Paul van Eeden in San Diego
There can be no doubt that the United States faces a serious deflationary threat. More than $4-trillion has been lost in the stock market and, regardless of how you spin the numbers, that money is gone.
Even though Federal Reserve chief Alan Greenspan has been inflating the money supply at a staggering rate, it pales in comparison to the stock market carnage and the downturn in the stock market hasn’t even really begun. The Dow Jones Industrial Average is still within reach of its all-time high. If the Dow declines as much as I think it is going to, another $4-trillion to $8-trillion could go to “money heaven”.
This, coupled to the slow-down in the US economy, which is having a ripple effect throughout the world, is undoubtedly deflationary. Deflation is an increase in the relative value of money and hence should be detrimental to the gold price.
Forget about the Great Depression: then the price of gold was set by decree and hence one cannot compare the movement in the price of gold then to the price of gold now.
On the other hand, Greenspan has shown us the way. He has unequiv- ocally shown he intends to raise the money supply to fend off a recession (depression?) and, if we should continue to face deflationary pressures, it appears very likely that he will continue to increase the money supply.
Ultimately this could lead to very substantial inflation, which in turn could prove to be much more difficult to control since the money would already have been created. Inflation should also cause the gold price to rise and the dollar to fall.
In the short term, then, the question is whether we will see deflation before the inflation kicks in or whether the growth in money supply will circumvent deflation and lead us straight to inflation. Either way, the end result is the same, inflation and that should translate directly into a lower dollar and a higher gold price. Since the market is forward-looking it is also quite possible that, even if we do have deflation within the US, the increase in money supply could put severe downward pressure on the dollar exchange rate and that should lead to a higher US-denominated gold price, in spite of the deflation.

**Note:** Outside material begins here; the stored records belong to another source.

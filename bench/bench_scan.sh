#!/bin/sh
# Benchmark of the scan: c_t vs sc_{2t-1} for t = 6..12 and all progression
# pairs with A, A2 <= 12 (42 588 pairs), in the same run:
#   1. the previous version (JSONL checkpoint, one thread), if given or buildable;
#   2. this version (SQLite results database) on 1 worker thread;
#   3. this version on 2 worker threads;
#   4. this version with --verify on 1 and on 2 threads (CPU / wall shows the use of both cores).
# For each: wall seconds, CPU seconds (user + sys), peak RSS, pairs per second.
# Run it on an otherwise idle machine (it keeps both cores busy for a few minutes).
#
# Usage: bench/bench_scan.sh [path/to/circlet] [path/to/jsonl-circlet | -] [output dir]
#   The JSONL binary defaults to a build of git ref $CIRCLET_JSONL_REF (default
#   6b1b81d, the last version with the JSONL checkpoint) in a temporary worktree;
#   "-" skips it.
set -eu
CIRCLET=${1:-build/circlet}
OLD=${2:-}
OUT=${3:-/tmp/circlet_bench_scan}
ARGS="--t 6..12 --modulus 12"
rm -rf "$OUT"
mkdir -p "$OUT"

if [ -z "$OLD" ]; then
  ref=${CIRCLET_JSONL_REF:-6b1b81d}
  src="$OUT/jsonl-src"
  echo "building the JSONL version ($ref) in $src ..." >&2
  git worktree add --detach "$src" "$ref" >/dev/null 2>&1
  cmake -S "$src" -B "$src/build" -DCMAKE_BUILD_TYPE=Release >/dev/null
  cmake --build "$src/build" -j2 --target circlet >/dev/null
  cp "$src/build/circlet" "$OUT/circlet-jsonl"
  git worktree remove --force "$src"
  OLD="$OUT/circlet-jsonl"
fi

# run LABEL DIR PROGRAM ARGS...: one timed run; prints one line of figures.
run() {
  label=$1
  dir=$2
  shift 2
  /usr/bin/time -f "%e %U %S %M" -o "$OUT/time.txt" "$@" -o "$dir" 2>"$OUT/stderr.txt" >/dev/null ||
    { cat "$OUT/stderr.txt" >&2; exit 1; }
  if [ -f "$dir/scan.db" ]; then
    pairs=$(/usr/bin/python3 -c "import sqlite3,sys; print(sqlite3.connect(sys.argv[1]).execute('select count(*) from pairs').fetchone()[0])" "$dir/scan.db")
  else
    pairs=$(($(wc -l <"$dir/checkpoint.jsonl") - 1))
  fi
  read -r wall user sys rss <"$OUT/time.txt"
  awk -v l="$label" -v w="$wall" -v u="$user" -v s="$sys" -v r="$rss" -v p="$pairs" 'BEGIN {
    printf "%-34s pairs %6d  wall %6.1f s  cpu %6.1f s  cpu/wall %4.2f  peak RSS %5.0f MB  pairs/s %6.0f\n",
           l, p, w, u + s, (u + s) / w, r / 1024, p / w }'
}

echo "scan $ARGS on $(nproc) cores, $(date -u +%Y-%m-%dT%H:%M:%SZ), $($CIRCLET --version)"
[ "$OLD" = "-" ] || run "JSONL checkpoint (previous version)" "$OUT/jsonl" "$OLD" scan $ARGS
run "SQLite database, 1 thread" "$OUT/db1" "$CIRCLET" scan $ARGS --threads 1
run "SQLite database, 2 threads" "$OUT/db2" "$CIRCLET" scan $ARGS --threads 2
run "SQLite, --verify, 1 thread" "$OUT/v1" "$CIRCLET" scan $ARGS --verify --threads 1
run "SQLite, --verify, 2 threads" "$OUT/v2" "$CIRCLET" scan $ARGS --verify --threads 2
if [ "$OLD" != "-" ]; then
  # Same verdicts in both versions.
  /usr/bin/python3 - "$OUT/jsonl/scan.json" "$OUT/db1/scan.db" <<'PY'
import json, sqlite3, sys
old = {r["job"]: r["verdict"] for r in json.load(open(sys.argv[1]))["rows"]}
new = dict(sqlite3.connect(sys.argv[2]).execute("select job, verdict from pairs"))
diff = [j for j in old if old[j] != new.get(j)]
print("verdicts: %d pairs, %d differ between the JSONL and the SQLite version" % (len(old), len(diff)))
PY
fi
sed -n '3,12p' "$OUT/db2/summary.txt"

The recent activity in the gold market and the currency markets suggests this may already be happening. Last week (June 11 to 15) the dollar came under pressure and the gold price increased. I believe the gold price is a leading indicator for both inflation and the value of the dollar.
The gold price is telling us to be very careful of the dollar and, if the gold price rallies without a decline in the dollar, the gold price is likely to fall back again. However, it also appears the dollar is under pressure and one of these days the gold price is going to run and the dollar is going to drop. When that happens, the roof could blow off the top of the gold price.
I expect the dollar could drop as much as 30% and that should cause the gold price to return to about $400 an ounce. Of course, the short position in gold could cause the gold price to spike substantially higher than that.
Another possibility is that the financial markets lose faith in all fiat currencies, as they should have long ago. This could cause the gold price to sustain a price level far in excess of $400 an ounce, since now gold would increase across the spectrum of currencies, not just against the dollar.
The World Gold Council recently published a report that calls for a return to gold-pegged currencies. I could not agree more. I am personally not only in favour of gold-pegged currencies, but favour a return to a strict gold standard so that the meddling politicians won’t have the power to defraud us with fiat money.
Capitalism is not to blame for the rich getting richer and the poor getting poorer it is inflation. Rich people have excess capital to invest in real assets that protect them against the ravages of inflation. Poor people live from hand to mouth.
The gold market is acting very bullish, although I am biased. Nonetheless, recent activity in the gold market indicates that something is afoot. My guess is that the party in the US is over but the guests haven’t gone home yet.